__Work instructions__
Here is a block of entries. Write out its lines exactly, from the first through the one containing "valueText, decisionText, OUTCOME_WORDS".

[Dataset excerpts]
━━━━━━

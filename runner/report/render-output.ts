/**
 * HTML for each kind of output record. One function per kind, looked up by `kind`; a record of a kind this writer
 * does not know is shown as a short note instead of breaking the report.
 */
import type {
  CautionRecord,
  CheckRecord,
  ConsoleRecord,
  ErrorRecord,
  FigureRecord,
  HtmlRecord,
  MarkdownRecord,
  NoteRecord,
  OutputRecord,
  SwatchesRecord,
  TableRecord,
  ValueRecord,
} from "../../cells/records.ts";
import type { OutputView } from "./report-model.ts";
import { keepsOnOneLine } from "./cell-wrap.ts";
import { limitsText, marginText, valueText, decisionText, OUTCOME_WORDS } from "../text/check-text.ts";
import { escapeHtml, jsonForScript } from "./escape.ts";
import { renderCellMarkdown } from "./markdown.ts";
import { renderSwatchFigure } from "./render-swatches.ts";
import { hazardSign } from "./marks.ts";
import { displayLocation, errorTitle } from "../text/error-text.ts";

/** A renderer of one kind: the record, its place in the report, and the notebook's folder (for paths). */
type Renderers = {
  [K in OutputRecord["kind"]]: (
    record: Extract<OutputRecord, { kind: K }>,
    view: OutputView,
    notebookDir: string,
  ) => string;
};

const renderers: Renderers = {
  console: renderConsole,
  value: renderValue,
  table: renderTable,
  figure: renderFigure,
  swatches: renderSwatches,
  markdown: renderMarkdown,
  html: renderHtml,
  caution: renderCaution,
  check: (_record, view) => renderChecks([view]),
  note: renderNote,
  error: renderError,
};

/** HTML for one output record. */
export function renderOutput(view: OutputView, notebookDir: string): string {
  const { record } = view;
  const render = (
    renderers as Record<string, ((r: OutputRecord, v: OutputView, dir: string) => string) | undefined>
  )[record.kind];
  if (!render)
    return `<p class="out-note">An output of kind “${escapeHtml(String(record.kind))}” that this version cannot show.</p>`;
  return render(record, view, notebookDir);
}

/** HTML for a cell's outputs in order; consecutive checks share one table. */
export function renderOutputs(views: readonly OutputView[], notebookDir: string): string {
  const parts: string[] = [];
  for (let i = 0; i < views.length; i++) {
    if (views[i]!.record.kind !== "check") {
      parts.push(renderOutput(views[i]!, notebookDir));
      continue;
    }
    let j = i;
    while (j + 1 < views.length && views[j + 1]!.record.kind === "check") j++;
    parts.push(renderChecks(views.slice(i, j + 1)));
    i = j;
  }
  return parts.join("\n");
}

/** A table of acceptance checks: result (word and symbol, not colour alone), label, value, limits. */
function renderChecks(views: readonly OutputView[]): string {
  const rows = views
    .map((view) => {
      const r = view.record as CheckRecord;
      const id = view.anchor!;
      const margin = marginText(r);
      const decision = decisionText(r);
      const detail =
        (r.detail ? `<span class="check-detail">${escapeHtml(r.detail)}</span>` : "") +
        (decision ? `<span class="check-detail check-decision">${escapeHtml(decision)}</span>` : "");
      const word = r.decision ? OUTCOME_WORDS[r.decision.outcome] : r.passed ? "pass" : "FAIL";
      const result = r.passed
        ? `<td class="check-result"><span class="check-mark" aria-hidden="true">✓</span> ${word}</td>`
        : `<td class="check-result"><span class="check-mark" aria-hidden="true">✗</span> ${word}</td>`;
      const measured = r.limits
        ? `<td class="num check-value">${escapeHtml(valueText(r))}${margin ? `<span class="check-margin">${escapeHtml(margin)}</span>` : ""}</td><td class="check-limits">${escapeHtml(limitsText(r))}</td>`
        : `<td class="num check-value">${escapeHtml(valueText(r))}</td><td class="check-limits">condition</td>`;
      return `<tr class="check ${r.passed ? "check-pass" : "check-fail"}" id="${id}">${result}<td class="check-label">${escapeHtml(r.label)}${detail}</td>${measured}</tr>`;
    })
    .join("");
  return (
    `<div class="table-scroll"><table class="checks"><thead><tr><th scope="col">Result</th><th scope="col">Acceptance check</th>` +
    `<th scope="col" class="num">Value</th><th scope="col">Limits</th></tr></thead><tbody>${rows}</tbody></table></div>`
  );
}

function renderConsole(record: ConsoleRecord): string {
  const label = record.stream === "stderr" ? `<span class="stream-label">error stream</span>` : "";
  return `<pre class="out-console out-${record.stream}">${label}${escapeHtml(record.text.replace(/\n$/, ""))}</pre>`;
}

function renderValue(record: ValueRecord): string {
  return `<pre class="out-value">${escapeHtml(record.text)}</pre>`;
}

function renderTable(record: TableRecord, view: OutputView): string {
  const number = view.number!;
  const id = `table-${number}`;
  // A table the cell gave no caption is described by its columns, so no bare "Table 2." is printed.
  const described =
    record.caption ??
    `Columns: ${record.columns.map((c) => `${c.label}${c.unit ? ` (${c.unit})` : ""}`).join(", ")}.`;
  const caption = `<figcaption><span class="label">Table ${number}.</span> ${escapeHtml(described)}</figcaption>`;
  const head = record.columns
    .map(
      (c) =>
        `<th scope="col"${c.numeric ? ' class="num"' : ""}>${escapeHtml(c.label)}${c.unit ? `<span class="unit">${escapeHtml(c.unit)}</span>` : ""}</th>`,
    )
    .join("");
  const body = record.rows
    .map(
      (row) =>
        `<tr>${row.map((cell, i) => `<td${cellClass(cell, record.columns[i]?.numeric === true)}>${escapeHtml(cell)}</td>`).join("")}</tr>`,
    )
    .join("\n");
  const more =
    record.totalRows > record.rows.length
      ? `<p class="out-note">Table truncated: the first ${record.rows.length.toLocaleString("en-US")} of ${record.totalRows.toLocaleString("en-US")} rows are shown.</p>`
      : "";
  const wide = record.columns.length >= WIDE_TABLE_COLUMNS ? ' class="wide"' : "";
  return `<figure class="table-figure" id="${id}">${caption}<div class="table-scroll"><table${wide}><thead><tr>${head}</tr></thead><tbody>${body}</tbody></table></div>${more}</figure>`;
}

/** Tables with this many columns or more are set tighter in print, so they fit the width of an A4 page. */
const WIDE_TABLE_COLUMNS = 9;

/** The class attribute of a table cell: numbers right-aligned, short codes and values kept on one line. */
function cellClass(text: string, numeric: boolean): string {
  if (numeric) return ' class="num"';
  return keepsOnOneLine(text) ? ' class="one-line"' : "";
}

function renderFigure(record: FigureRecord, view: OutputView): string {
  const number = view.number!;
  const id = `figure-${number}`;
  const caption = record.caption ?? plotTitle(record.spec);
  return (
    `<figure class="plot-figure" id="${id}"><div class="plot" data-spec="${id}-spec" role="img" aria-label="Figure ${number}"><noscript>This figure is drawn by JavaScript, which is turned off.</noscript></div>` +
    `<script type="application/json" id="${id}-spec">${specJson(record.spec)}</script>` +
    `<figcaption><span class="label">Figure ${number}.</span>${caption ? ` ${escapeHtml(caption)}` : ""}</figcaption></figure>`
  );
}

/** Each figure spec as the page holds it, made once (prewarmOutputs makes it while the cells run). */
const specJsonMade = new WeakMap<object, string>();

function specJson(spec: FigureRecord["spec"]): string {
  let json = specJsonMade.get(spec);
  if (json === undefined) specJsonMade.set(spec, (json = jsonForScript(spec)));
  return json;
}

/**
 * Encodes the figure specs among a cell's records for the page ahead of the report (about 6 ms of the realistic
 * notebook's report, its three figures), so the report written after the last cell finds them made.
 */
export function prewarmOutputs(records: readonly OutputRecord[]): void {
  for (const record of records) if (record.kind === "figure") specJson(record.spec);
}

/** A figure the cell gave no caption is captioned by its plot title, when it has one (tags taken out). */
function plotTitle(spec: FigureRecord["spec"]): string | undefined {
  const title = spec.layout?.["title"];
  const text = typeof title === "string" ? title : (title as { text?: unknown } | undefined)?.text;
  if (typeof text !== "string") return undefined;
  const plain = text
    .replace(/<br\s*\/?>/gi, " ")
    .replace(/<[^>]*>/g, "")
    .replace(/\s+/g, " ")
    .trim();
  return plain ? (/[.!?]$/.test(plain) ? plain : `${plain}.`) : undefined;
}

function renderSwatches(record: SwatchesRecord, view: OutputView): string {
  return renderSwatchFigure(record, view.number!);
}

function renderMarkdown(record: MarkdownRecord, view: OutputView): string {
  return `<div class="out-markdown">${renderCellMarkdown(record.text, record.trusted, view.shownBy)}</div>`;
}

function renderHtml(record: HtmlRecord): string {
  if (record.trusted) return `<div class="out-html">${record.html}</div>`;
  return `<pre class="out-value">${escapeHtml(record.html)}</pre>`;
}

const CAUTION_ABOUT: Record<NonNullable<CautionRecord["about"]>, string> = {
  value: "the result above",
  table: "the table above",
  figure: "the figure above",
  swatches: "the swatches above",
};

/**
 * A caution box. Each distinct text is shown in full once, where it first appears; later places repeat its first
 * sentence with a link to the full text, so the caution stays beside every result it belongs to without flooding.
 */
function renderCaution(record: CautionRecord, view: OutputView): string {
  const anchor = view.caution?.anchor;
  const about = record.about
    ? ` <span class="caution-about">(applies to ${CAUTION_ABOUT[record.about] ?? "the result above"})</span>`
    : "";
  const title = sentenceCase(record.title);
  if (view.caution?.repeat) {
    const first = /^(.*?[.!?])(\s|$)/s.exec(record.text)?.[1] ?? record.text;
    const more = first.length < record.text.length ? " …" : "";
    return (
      `<aside class="caution caution-repeat" role="note">${hazardSign(16)}<p><span class="caution-title">${escapeHtml(title)}.</span>${about} ` +
      `${escapeHtml(first)}${more} ${anchor ? `<a href="#${anchor}">(full text above)</a>` : ""}</p></aside>`
    );
  }
  return (
    `<aside class="caution" role="note"${anchor ? ` id="${anchor}"` : ""}>${hazardSign(26)}<div class="caution-body">` +
    `<p class="caution-title">${escapeHtml(title)}${about}</p><p>${escapeHtml(record.text)}</p></div></aside>`
  );
}

/** A caution's heading as the panel prints it: its first letter capitalised, the rest as the author wrote it, no
 * shouting (a title written all in capitals is set in sentence case). */
function sentenceCase(title: string): string {
  const text = /[a-z]/.test(title) ? title : title.toLowerCase();
  return text.charAt(0).toUpperCase() + text.slice(1);
}

function renderNote(record: NoteRecord): string {
  return `<p class="out-note">${escapeHtml(record.text)}</p>`;
}

const FAILURE_LABEL: Record<ErrorRecord["failure"], string> = {
  compile: "could not be compiled",
  thrown: "raised an error",
  uncaught: "raised an error outside its own flow",
  "time-limit": "ran past its time limit",
  exit: "called process.exit()",
  crash: "stopped the cell process",
  "out-of-memory": "ran out of memory",
  unserializable: "tried to show something that cannot be stored",
  startup: "could not start",
};

function renderError(record: ErrorRecord, _view: OutputView, notebookDir: string): string {
  const where = record.location
    ? `<p class="error-where">at ${escapeHtml(displayLocation(record.location, notebookDir))}</p>`
    : "";
  const frame = record.codeFrame ? `<pre class="code-frame">${escapeHtml(record.codeFrame)}</pre>` : "";
  const stack =
    record.stack && record.stack.length > 1
      ? `<details class="stack"><summary>Call stack</summary><pre>${escapeHtml(
          record.stack
            .map((f) => `at ${f.function ? `${f.function} ` : ""}${displayLocation(f, notebookDir)}`)
            .join("\n"),
        )}</pre></details>`
      : "";
  return (
    `<div class="out-error" role="alert"><p class="error-kind">This cell ${FAILURE_LABEL[record.failure] ?? "failed"}</p>` +
    `<p class="error-message">${escapeHtml(errorTitle(record))}</p>${where}${frame}${stack}</div>`
  );
}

━━━━━━

__Answer for this exercise__
filename runner/report/render-output.ts
/**
 * HTML for each kind of output record. One function per kind, looked up by `kind`; a record of a kind this writer
 * does not know is shown as a short note instead of breaking the report.
 */
import type {
  CautionRecord,
  CheckRecord,
  ConsoleRecord,
  ErrorRecord,
  FigureRecord,
  HtmlRecord,
  MarkdownRecord,
  NoteRecord,
  OutputRecord,
  SwatchesRecord,
  TableRecord,
  ValueRecord,
} from "../../cells/records.ts";
import type { OutputView } from "./report-model.ts";
import { keepsOnOneLine } from "./cell-wrap.ts";
import { limitsText, marginText, valueText, decisionText, OUTCOME_WORDS } from "../text/check-text.ts";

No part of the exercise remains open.